Han Jongmin, Kwon Youngchun, Choi Youn-Suk, Kang Seokho
Department of Industrial Engineering, Sungkyunkwan University, 2066 Seobu-ro, Jangan-gu, Suwon, Republic of Korea.
Samsung Advanced Institute of Technology, Samsung Electronics Co. Ltd., 130 Samsung-ro, Yeongtong-gu, Suwon, Republic of Korea.
J Cheminform. 2024 Mar 1;16(1):25. doi: 10.1186/s13321-024-00818-z.
Graph neural networks (GNNs) have proven to be effective in the prediction of chemical reaction yields. However, their performance tends to deteriorate when they are trained using an insufficient training dataset in terms of quantity or diversity. A promising solution to alleviate this issue is to pre-train a GNN on a large-scale molecular database. In this study, we investigate the effectiveness of GNN pre-training in chemical reaction yield prediction. We present a novel GNN pre-training method for performance improvement.Given a molecular database consisting of a large number of molecules, we calculate molecular descriptors for each molecule and reduce the dimensionality of these descriptors by applying principal component analysis. We define a pre-text task by assigning a vector of principal component scores as the pseudo-label to each molecule in the database. A GNN is then pre-trained to perform the pre-text task of predicting the pseudo-label for the input molecule. For chemical reaction yield prediction, a prediction model is initialized using the pre-trained GNN and then fine-tuned with the training dataset containing chemical reactions and their yields. We demonstrate the effectiveness of the proposed method through experimental evaluation on benchmark datasets.

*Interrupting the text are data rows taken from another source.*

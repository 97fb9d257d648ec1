"""`import osculate` leaves pandas alone; DataFrame.osc is there whenever pandas is imported.

Each case runs in a fresh interpreter: which modules an import pulls in is process-wide state.
"""

import subprocess
import sys
import textwrap

import pytest

# A unit circle at unit speed: curvature 1 (closed form), checked to 1e-3 (the fd estimate of
# 400 samples per turn is far closer; the check only shows the accessor computed something real).
CIRCLE = """
import numpy as np
t = np.linspace(0.0, 2 * np.pi, 401)
df = pd.DataFrame({"t": t, "x": np.cos(t), "y": np.sin(t)})
kappa = df.osc.kinematics(time="t", position=["x", "y"])["curvature"].to_numpy()
assert abs(float(np.median(kappa)) - 1.0) < 1e-3, np.median(kappa)
"""


def run(*parts):
    code = "\n".join(textwrap.dedent(p) for p in parts)
    res = subprocess.run([sys.executable, "-c", code], capture_output=True, text=True, timeout=120)
    assert res.returncode == 0, res.stderr
    return res.stdout.split()


def test_import_osculate_does_not_import_pandas():
    out = run(
        """
        import sys
        import osculate as osc
        k = osc.kinematics([0.0, 1.0, 2.0], [[0, 0], [1, 1], [2, 4]])
        print("pandas" in sys.modules, type(sys.meta_path[0]).__name__)
        """
    )
    assert out == ["False", "AfterPandas"]


def test_pandas_imported_after_osculate_has_the_accessor():
    out = run(
        """
        import sys
        import osculate
        import pandas as pd
        """,
        CIRCLE,
        """
        from osculate._pandas_hook import AfterPandas
        hooks = [f for f in sys.meta_path if isinstance(f, AfterPandas)]
        # pandas keeps its own loader; the one-shot finder is gone.
        print(len(hooks), type(pd.__loader__).__name__, pd.__spec__.loader is pd.__loader__)
        """,
    )
    assert out == ["0", "SourceFileLoader", "True"]


def test_pandas_imported_before_osculate_has_the_accessor():
    out = run(
        """
        import sys
        import pandas as pd
        import osculate
        """,
        CIRCLE,
        """
        from osculate._pandas_hook import AfterPandas
        print(sum(isinstance(f, AfterPandas) for f in sys.meta_path))
        """,
    )
    assert out == ["0"]


@pytest.mark.parametrize("first", ["osculate.dask", "osculate.accessor"])
def test_modules_that_import_pandas_themselves(first):
    # The accessor module imports pandas while the hook is waiting: it is registered once.
    pytest.importorskip("dask")
    out = run(
        f"""
        import osculate
        import {first}
        import pandas as pd
        """,
        CIRCLE,
        """
        print("ok")
        """,
    )
    assert out == ["ok"]


def test_without_pandas_the_numpy_api_works():
    out = run(
        """
        import sys
        sys.modules["pandas"] = None  # pandas not installed
        import osculate as osc
        k = osc.kinematics([0.0, 1.0, 2.0], [[0, 0], [1, 1], [2, 4]])
        try:
            import pandas
        except ImportError:
            print(k.speed.shape[0], "no-pandas")
        """
    )
    assert out == ["3", "no-pandas"]


def test_a_failed_registration_warns_and_leaves_pandas_imported():
    # The accessor cannot be imported (None in sys.modules): `import pandas` still succeeds and
    # a RuntimeWarning names the cause.
    out = run(
        """
        import sys, warnings
        import osculate
        sys.modules["osculate.accessor"] = None
        with warnings.catch_warnings(record=True) as caught:
            warnings.simplefilter("always")
            import pandas as pd
        print(pd.DataFrame({"a": [1]}).shape[0], hasattr(pd.DataFrame, "osc"))
        print([w.category.__name__ for w in caught])
        print("osc accessor could not be registered" in str(caught[0].message).replace(".", " "))
        """
    )
    assert out == ["1", "False", "['RuntimeWarning']", "True"]


def test_a_failed_pandas_import_keeps_the_hook_for_the_next_attempt(tmp_path):
    # A stand-in pandas on the path fails while a flag file exists, then imports: the hook
    # stays through the failure and goes after the success (the stand-in has no accessor API,
    # so the registration warns; that is the previous test's path).
    fake = tmp_path / "pandas"
    fake.mkdir()
    flag = tmp_path / "fail"
    flag.write_text("")
    (fake / "__init__.py").write_text(
        f"import os\nif os.path.exists({str(flag)!r}):\n    raise RuntimeError('half installed')\n"
    )
    out = run(
        f"""
        import os, sys, warnings
        sys.path.insert(0, {str(tmp_path)!r})
        import osculate
        from osculate._pandas_hook import AfterPandas
        def hooks():
            return sum(isinstance(f, AfterPandas) for f in sys.meta_path)
        try:
            import pandas
        except RuntimeError:
            print("failed", hooks(), "pandas" in sys.modules)
        os.remove({str(flag)!r})
        with warnings.catch_warnings(record=True) as caught:
            warnings.simplefilter("always")
            import pandas
        print("imported", hooks(), [w.category.__name__ for w in caught])
        """
    )
    assert out == ["failed", "1", "False", "imported", "0", "['RuntimeWarning']"]


def test_the_finder_answers_for_pandas_only():
    from osculate._pandas_hook import AfterPandas

    finder = AfterPandas()
    assert finder.find_spec("numpy", None) is None
    assert finder.find_spec("pandas.core", None) is None  # submodules load as usual
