"""The demo notebooks run from top to bottom without error, and are stored without outputs."""

import os
import time
from pathlib import Path

import nbclient
import nbformat
import pytest

NOTEBOOKS = sorted((Path(__file__).resolve().parents[1] / "notebooks-demo").glob("*.ipynb"))


def test_there_are_notebooks():
    assert len(NOTEBOOKS) >= 2, NOTEBOOKS


@pytest.mark.parametrize("path", NOTEBOOKS, ids=lambda p: p.name)
def test_notebook_is_stored_stripped(path):
    book = nbformat.read(path, as_version=4)
    nbformat.validate(book)
    code = [c for c in book.cells if c.cell_type == "code"]
    assert code, "a notebook without code"
    assert all(c.outputs == [] and c.execution_count is None for c in code)


@pytest.mark.parametrize("path", NOTEBOOKS, ids=lambda p: p.name)
def test_notebook_executes(path, tmp_path, monkeypatch):
    # The kernel is a child process: it inherits this environment (no display needed).
    monkeypatch.setenv("MPLBACKEND", "module://matplotlib_inline.backend_inline")
    monkeypatch.setenv("PYDEVD_DISABLE_FILE_VALIDATION", "1")
    book = nbformat.read(path, as_version=4)
    client = nbclient.NotebookClient(
        book,
        timeout=120,
        kernel_name="python3",
        resources={"metadata": {"path": str(tmp_path)}},
    )
    started = time.perf_counter()
    client.execute()  # raises CellExecutionError on the first failing cell
    took = time.perf_counter() - started
    errors = [o for c in book.cells for o in c.get("outputs", []) if o.output_type == "error"]
    assert errors == []
    # Every cell that draws shows its picture (a Plot displays itself as PNG).
    drawing = [c for c in book.cells if c.cell_type == "code" and "plot" in c.source]
    shown = [c for c in drawing if any("image/png" in o.get("data", {}) for o in c.outputs)]
    assert len(drawing) >= 2
    assert len(shown) == len(drawing), f"{path.name}: {len(shown)} of {len(drawing)} shown"
    assert took < 40, f"{path.name} took {took:.1f} s"
    assert os.listdir(tmp_path) == [], "notebooks must not write into their folder"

图神经网络(GNNs)已被证明在预测化学反应产率方面是有效的。然而,当使用数量或多样性不足的训练数据集对其进行训练时,它们的性能往往会下降。缓解这一问题的一个有前景的解决方案是在大规模分子数据库上对GNN进行预训练。在本研究中,我们研究了GNN预训练在化学反应产率预测中的有效性。我们提出了一种用于性能提升的新型GNN预训练方法。给定一个由大量分子组成的分子数据库,我们为每个分子计算分子描述符,并通过应用主成分分析来降低这些描述符的维度。我们通过为数据库中的每个分子分配一个主成分得分向量作为伪标签来定义一个预训练任务。然后对一个GNN进行预训练,以执行预测输入分子伪标签的预训练任务。对于化学反应产率预测,使用预训练的GNN初始化一个预测模型,然后使用包含化学反应及其产率的训练数据集对其进行微调。我们通过在基准数据集上的实验评估证明了所提出方法的有效性。